SoundCloud has spent the past year in the news a lot with news about starting subscriptions, their Copyright rules, and a leaks scandal. The latest concern to come out is that the music platform fiscally not doing well. Only a few weeks after Spotify ending talks of purchasing the platform, it has come to light that there is a loss of about $54million dollars in 2015, and as 2017 starts is at a risk of running out of cash.
In a report filed at Companies House, Alexander Ljung said that even with the licensing deals that have been getting signed with both publishing and label companies and the launching of SoundCloud Go, the company is not bringing in the money that they expected or need. The report shows that 21.8% more revenue was made in 2015 over 2014 but the total losses were at %54.3million, 31% up from 2014.
According to the report, a lot of SoundCloud’s future relies on the fiscal support of SoundCloud Go. This is putting a lot on the reliance that users of SoundCloud will subscribe to hear the exclusive tracks that artists post. it is believed that SoundCloud can sustain themselves through December, 2017 but have concerns about 2018 and onward, as of right now.

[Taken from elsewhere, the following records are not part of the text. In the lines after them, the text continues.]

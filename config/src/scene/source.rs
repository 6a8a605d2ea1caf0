//! What disturbs.

use std::ops::Range;

use crate::walk::{Dimension, FREQUENCY, RATIO, RESISTANCE, Table};

/// Volts.
static VOLTAGE: Dimension =
    Dimension { name: "a voltage", example: "5 V", units: &[("mV", 1e-3), ("V", 1.0), ("kV", 1e3)], aliases: &[] };

/// dB over 1 microvolt.
static LEVEL: Dimension =
    Dimension { name: "a level", example: "60 dB(uV)", units: &[("dB(uV)", 1.0)], aliases: &[("dBuV", "dB(uV)")] };

/// Seconds, also very short ones.
static SHORT: Dimension = Dimension {
    name: "a time",
    example: "200 ns",
    units: &[("ns", 1e-9), ("us", 1e-6), ("ms", 1e-3), ("s", 1.0)],
    aliases: &[("\u{b5}s", "us"), ("\u{3bc}s", "us")],
};

/// A source: a voltage behind an impedance, between earth and a node.
#[derive(Clone, Debug, PartialEq)]
pub struct Source {
    /// Its name.
    pub name: String,
    /// The node that it feeds.
    pub node: String,
    /// Its inner impedance, ohm.
    pub impedance_ohm: f64,
    /// What it is.
    pub kind: SourceKind,
    /// By how much it is stronger or weaker in an operating state, dB; 0 in those not named.
    pub states: Vec<(String, f64)>,
    /// Standard deviation of its strength from sweep to sweep, dB.
    pub fluctuation_db: f64,
    /// How much of the fluctuation stays from one sweep to the next, 0 to 1.
    pub memory: f64,
    /// Where its name stands.
    pub place: Range<usize>,
}

/// What a source is.
#[derive(Clone, Debug, PartialEq)]
pub enum SourceKind {
    /// A drive: trapezoids of varying width at a carrier frequency, with a resonance that rings at each edge.
    Drive {
        /// Step of the common-mode voltage, V.
        step_v: f64,
        /// Carrier frequency, Hz.
        carrier_hz: f64,
        /// Rise time of the edges, s.
        rise_s: f64,
        /// Frequency at which it rings, Hz.
        ring_hz: f64,
        /// Quality of the resonance.
        ring_q: f64,
        /// How much stronger it is at the resonance, dB.
        ring_db: f64,
    },
    /// A clock: narrow lines at all multiples, weaker by 20 dB a decade.
    Clock {
        /// Its frequency, Hz.
        hz: f64,
        /// Level of the first line, dB(uV).
        level_dbuv: f64,
    },
    /// A broadcast transmitter: one line.
    Broadcast {
        /// Its frequency, Hz.
        hz: f64,
        /// Its level, dB(uV).
        level_dbuv: f64,
    },
    /// Bursts: now and then, noise that is spread evenly.
    Bursts {
        /// How many in an hour, on average.
        per_hour: f64,
        /// How long each lasts, s.
        length_s: f64,
        /// Level in 100 kHz, dB(uV).
        level_dbuv: f64,
    },
}

pub(super) fn read(table: &mut Table<'_>) -> Option<Source> {
    const KINDS: [(&str, &str); 4] =
        [("drive", "drive"), ("clock", "clock"), ("broadcast", "broadcast"), ("bursts", "bursts")];
    let kind = table.required("kind", "kind = \"drive\"").and_then(|value| value.choice(&KINDS))?;
    table.keys(match kind {
        "drive" => &[
            "kind",
            "name",
            "node",
            "impedance",
            "states",
            "fluctuation",
            "memory",
            "step",
            "carrier",
            "rise",
            "ring",
            "ring_q",
            "ring_gain",
        ],
        "bursts" => {
            &["kind", "name", "node", "impedance", "states", "fluctuation", "memory", "per_hour", "length", "level"]
        }
        _ => &["kind", "name", "node", "impedance", "states", "fluctuation", "memory", "frequency", "level"],
    });
    let name = table.required("name", "name = \"drive-1\"");
    let kind = read_kind(table, kind);
    let node = table.read_or("node", "cabinet", |value| value.name());
    let impedance = table.required("impedance", "impedance = \"25 ohm\"");
    let impedance = impedance.and_then(|value| value.quantity_within(&RESISTANCE, 1e-3..=1e9));
    let states = table.read_or("states", Vec::new(), |value| {
        let rows: Vec<Option<(String, f64)>> = value.list()?.iter().map(read_state).collect();
        rows.into_iter().collect()
    });
    let fluctuation = table.read_or("fluctuation", 0.0, |value| value.quantity_within(&RATIO, 0.0..=20.0));
    let memory = table.read_or("memory", 0.0, |value| value.number(0.0..=0.999));
    Some(Source {
        name: name?.name()?.to_owned(),
        node: node?.to_owned(),
        impedance_ohm: impedance?,
        kind: kind?,
        states: states?,
        fluctuation_db: fluctuation?,
        memory: memory?,
        place: name?.span(),
    })
}

fn read_state(value: &crate::walk::Value<'_>) -> Option<(String, f64)> {
    let [state, db] = value.tuple("[\"idle\", \"-6 dB\"]")?;
    let (state, db) = (state.name(), db.quantity_within(&RATIO, -200.0..=60.0));
    Some((state?.to_owned(), db?))
}

fn read_kind(table: &Table<'_>, kind: &str) -> Option<SourceKind> {
    let hz = |key, example| {
        let value = table.required(key, example);
        value.and_then(|value| value.quantity_within(&FREQUENCY, 1.0..=1e10))
    };
    let level = || {
        let value = table.required("level", "level = \"60 dB(uV)\"");
        value.and_then(|value| value.quantity_within(&LEVEL, -60.0..=200.0))
    };
    let short = |key, example| {
        let value = table.required(key, example);
        value.and_then(|value| value.quantity_within(&SHORT, 1e-10..=1e4))
    };
    match kind {
        "drive" => {
            let step = table.required("step", "step = \"5 V\"");
            let step = step.and_then(|value| value.quantity_within(&VOLTAGE, 1e-6..=1e4));
            let (carrier, rise) = (hz("carrier", "carrier = \"8 kHz\""), short("rise", "rise = \"200 ns\""));
            let ring = hz("ring", "ring = \"4 MHz\"");
            let q = table.read_or("ring_q", 3.0, |value| value.number(0.5..=1000.0));
            let gain = table.read_or("ring_gain", 12.0, |value| value.quantity_within(&RATIO, 0.0..=60.0));
            Some(SourceKind::Drive {
                step_v: step?,
                carrier_hz: carrier?,
                rise_s: rise?,
                ring_hz: ring?,
                ring_q: q?,
                ring_db: gain?,
            })
        }
        "bursts" => {
            let per_hour = table.required("per_hour", "per_hour = 4").and_then(|value| value.number(0.0..=3600.0));
            let (length, level) = (short("length", "length = \"2 s\""), level());
            Some(SourceKind::Bursts { per_hour: per_hour?, length_s: length?, level_dbuv: level? })
        }
        other => {
            let (hz, level_dbuv) = (hz("frequency", "frequency = \"6.07 MHz\""), level());
            let (hz, level_dbuv) = (hz?, level_dbuv?);
            Some(if other == "clock" {
                SourceKind::Clock { hz, level_dbuv }
            } else {
                SourceKind::Broadcast { hz, level_dbuv }
            })
        }
    }
}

Below is a statement that a representative from SoundCloud emailed to the website THUMP:
“SoundCloud filed its 2015 accounts with Companies House in December, and they are now publicly available on their site as of today. The accounts show that, in 2015, we were heavily focused on putting the necessary measures in place to build out our monetization model, including our consumer subscription service, SoundCloud Go, and roll-out of advertising on the platform. This meant investing in technology, people and marketing, as well as securing complex licensing agreements with key music industry partners. As such, the company remained unprofitable.”
THUMP also stated they said,
“In 2016, we saw solid growth not only for the industry but for SoundCloud too. And we see this trend continuing throughout 2017. To date, we have successfully launched SoundCloud Go, our subscription service, and our ads business in eight markets, including the US, UK, Ireland, France, Australia, New Zealand, Canada and Germany. We are on a very positive path to achieving our aim of enabling all creators to be paid for their work, while also building a financially sustainable platform where our connected community of creators, listeners and curators can continue to thrive.”